Après The Rational Optimist en 2010 et L'évolution de tout en 2015, le titre actuel, sorti aux États-Unis ce mois-ci, est en préparation depuis longtemps: Comment fonctionne l'innovation, avec son sous-titre américain Et pourquoi il s'épanouit en liberté, s'adresse à tous ceux qui apprécient les commandes spontanées et souhaitent examiner de nombreuses croyances implicites sur la technologie, le développement et le gouvernement.

En tant que grand fan de Douglas Adams, j'étais ravi d'apprendre que Ridley a terminé son histoire avec Marvin – le robot chroniquement déprimé de Guide de l'auto-stoppeur sur la galaxie dont le trait principal est «un cerveau de la taille d'une planète» – et l'Infinite Improbability Drive sur le vaisseau spatial Heart of Gold.

Il est étonnant d'apprécier les innombrables et infinies façons dont la matière peut s'organiser, créant de nouvelles choses d'une grande utilité pour répondre aux besoins humains. C'est un témoignage de l'ingéniosité humaine à quel point la disposition des atomes dans les voitures, les ordinateurs ou les réacteurs nucléaires est vraiment improbable.

Nous avons tendance à considérer l'innovation comme des inventions et en particulier à inventerors associés à eux: Newton, Edison, Bell, Watt, Arkwright, Whitney, Jobs, Bezos. Nous célébrons ces grands hommes en plein accord avec la théorie du grand homme d'histoire et d'inventions techniques, une conviction profondément ancrée que Ridley vise à démystifier pleinement.

Mais si ces inventeurs entreprenants viennent rapidement à l’esprit, «l’innovation» n’est pas tout à fait une «invention», même si l’invention et la technologie en font généralement partie. Des inventions techniques incroyables sont une chose, mais innovation nécessite quelque chose de plus: une application utile et, fait intéressant, une baisse des prix.

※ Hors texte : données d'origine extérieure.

import { Sweep } from '../src/auth/sweep.service';
import { type House, openHouse } from './harness/house';

describe('what is erased on schedule (ASVS 14.2.7)', () => {
  let house: House;
  beforeAll(async () => {
    house = await openHouse();
  });
  afterAll(() => house.close());
  afterEach(() => house.empty());

  const count = async (table: string) => {
    const rows: { n: string }[] = await house.owner.source.query(
      `SELECT COUNT(*) AS n FROM ellwand.${table}`,
    );
    return Number(rows[0]?.n);
  };

  it('is a session a month after it ended, and none before', async () => {
    await house.signInAs('recorder');
    house.clock.advance({ days: 36 });
    await house.app.get(Sweep).sweep();
    expect(await count('session')).toBe(1);
    house.clock.advance({ days: 2 });
    await house.app.get(Sweep).sweep();
    expect(await count('session')).toBe(0);
  });

  it('is a failed sign-in an hour after the last, and none before', async () => {
    await house.visitor().post('/api/v1/session').send({ email: 'a@larkmoor.example', password: 'x' });
    house.clock.advance({ minutes: 59 });
    await house.app.get(Sweep).sweep();
    expect(await count('sign_in_slowdown')).toBe(2);
    house.clock.advance({ minutes: 2 });
    await house.app.get(Sweep).sweep();
    expect(await count('sign_in_slowdown')).toBe(0);
  });
});
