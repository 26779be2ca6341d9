import { type House, openHouse } from './harness/house';
import type { TestPerson } from './harness/people';

const refresh = '/api/v1/session/refresh';

describe('renewing a session', () => {
  let house: House;
  let wenna: TestPerson;
  beforeAll(async () => {
    house = await openHouse();
  });
  afterAll(() => house.close());
  beforeEach(async () => {
    wenna = await house.person('recorder');
  });
  afterEach(() => house.empty());

  async function firstToken(): Promise<string> {
    const { email, password } = wenna;
    const answer = await house.visitor().post('/api/v1/session').send({ email, password });
    return refreshToken(answer.get('Set-Cookie'));
  }
  const show = (token: string) => house.visitor().post(refresh).set('Cookie', `ellwand-refresh=${token}`);
  const renew = async (token: string) => refreshToken((await show(token)).get('Set-Cookie'));

  it('hands out another token each time, and a new access token', async () => {
    const first = await firstToken();
    const answer = await show(first);
    expect(answer.status).toBe(200);
    expect(answer.body.user.id).toBe(wenna.id);
    const second = refreshToken(answer.get('Set-Cookie'));
    expect(second).not.toBe(first);
    expect((await show(second)).status).toBe(200);
  });

  it('hands a second tab the very same successor within half a minute', async () => {
    const first = await firstToken();
    const second = await renew(first);
    house.clock.advance({ seconds: 29 });
    expect(await renew(first)).toBe(second);
    expect((await show(second)).status).toBe(200);
  });

  it('takes a token shown again later for stolen: the thief and the owner are both signed out', async () => {
    const first = await firstToken();
    const second = await renew(first);
    house.clock.advance({ seconds: 31 });
    expect((await show(first)).body.code).toBe('session.ended');
    expect((await show(second)).body.code).toBe('session.ended');
    const trail: { verb: string }[] = await house.owner.source.query('SELECT verb FROM ellwand_audit.entry');
    expect(trail.map((entry) => entry.verb)).toContain('session-stolen');
  });

  it('knows a stolen token also many renewals later', async () => {
    const first = await firstToken();
    let latest = first;
    for (let renewal = 0; renewal < 12; renewal++) latest = await renew(latest);
    await show(first);
    expect((await show(latest)).status).toBe(401);
  });

  it('is not ended by a stranger who knows the session’s id but never had its token', async () => {
    const first = await firstToken();
    const madeUp = `${first.split('.')[0] ?? ''}.${'A'.repeat(43)}`;
    expect((await show(madeUp)).status).toBe(401);
    expect((await show(first)).status).toBe(200);
  });

  it('gives two requests at once the same successor', async () => {
    const first = await firstToken();
    const [one, other] = await Promise.all([renew(first), renew(first)]);
    expect(one).toBe(other);
  });

  it('ends after eight hours unused', async () => {
    const token = await firstToken();
    house.clock.advance({ hours: 8, minutes: 1 });
    expect((await show(token)).status).toBe(401);
  });

  it('ends after seven days however often it is renewed', async () => {
    let token = await firstToken();
    for (let hours = 0; hours < 7 * 24 - 7; hours += 7) {
      house.clock.advance({ hours: 7 });
      token = await renew(token);
    }
    house.clock.advance({ hours: 7 });
    expect((await show(token)).status).toBe(401);
  });

  it('keeps only hashes in the database', async () => {
    const token = await firstToken();
    const second = await renew(token);
    const rows: object[] = await house.owner.source.query('SELECT * FROM ellwand.session');
    const kept = JSON.stringify(rows);
    for (const secret of [token, second].map((each) => each.split('.')[1] ?? 'missing')) {
      expect(kept).not.toContain(secret);
    }
  });

  it('answers without a cookie that there is no session', async () => {
    expect((await house.visitor().post(refresh)).body.code).toBe('session.none');
  });
});

function refreshToken(cookies: string[] | undefined): string {
  const value = /ellwand-refresh=([^;]+)/.exec((cookies ?? []).join('\n'))?.[1];
  if (!value) throw new Error('No refresh token was set');
  return value;
}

La réduction des prix est ce qui compte pour que l'innovation se propage et soit largement adoptée. Comme l'imprimerie et la machine à vapeur, des choses intéressantes commencent à se produire lorsque les prix baissent – pas seulement parce qu'une innovation est appréciée parmi les aristocrates isolés.

L'innovation, dit Ridley, est comme la procréation; les idées, les techniques, les compétences et les connaissances se combinent par hasard à d'autres idées, techniques et connaissances. Il n'est pas surprenant que l'auteur de L'évolution de tout, un biologiste qualifié et l'initiateur de la plaisanterie «idées ayant des relations sexuelles» finiraient par formuler cette position: répéter assez longtemps et assez souvent – et ne pas interdire, empêcher, réglementer ou confisquer le butin – et il y aura des améliorations sans fin de affaires humaines.

Ridley va même plus loin et traite l'innovation comme une extension de l'évolution humaine: «innover» comme un processus graduel d'essais et d'erreurs et de sélection reflète précisément l'évolution dans un méli-mélo d'améliorations incrémentielles, d'expérimentation et d'innovations simultanées.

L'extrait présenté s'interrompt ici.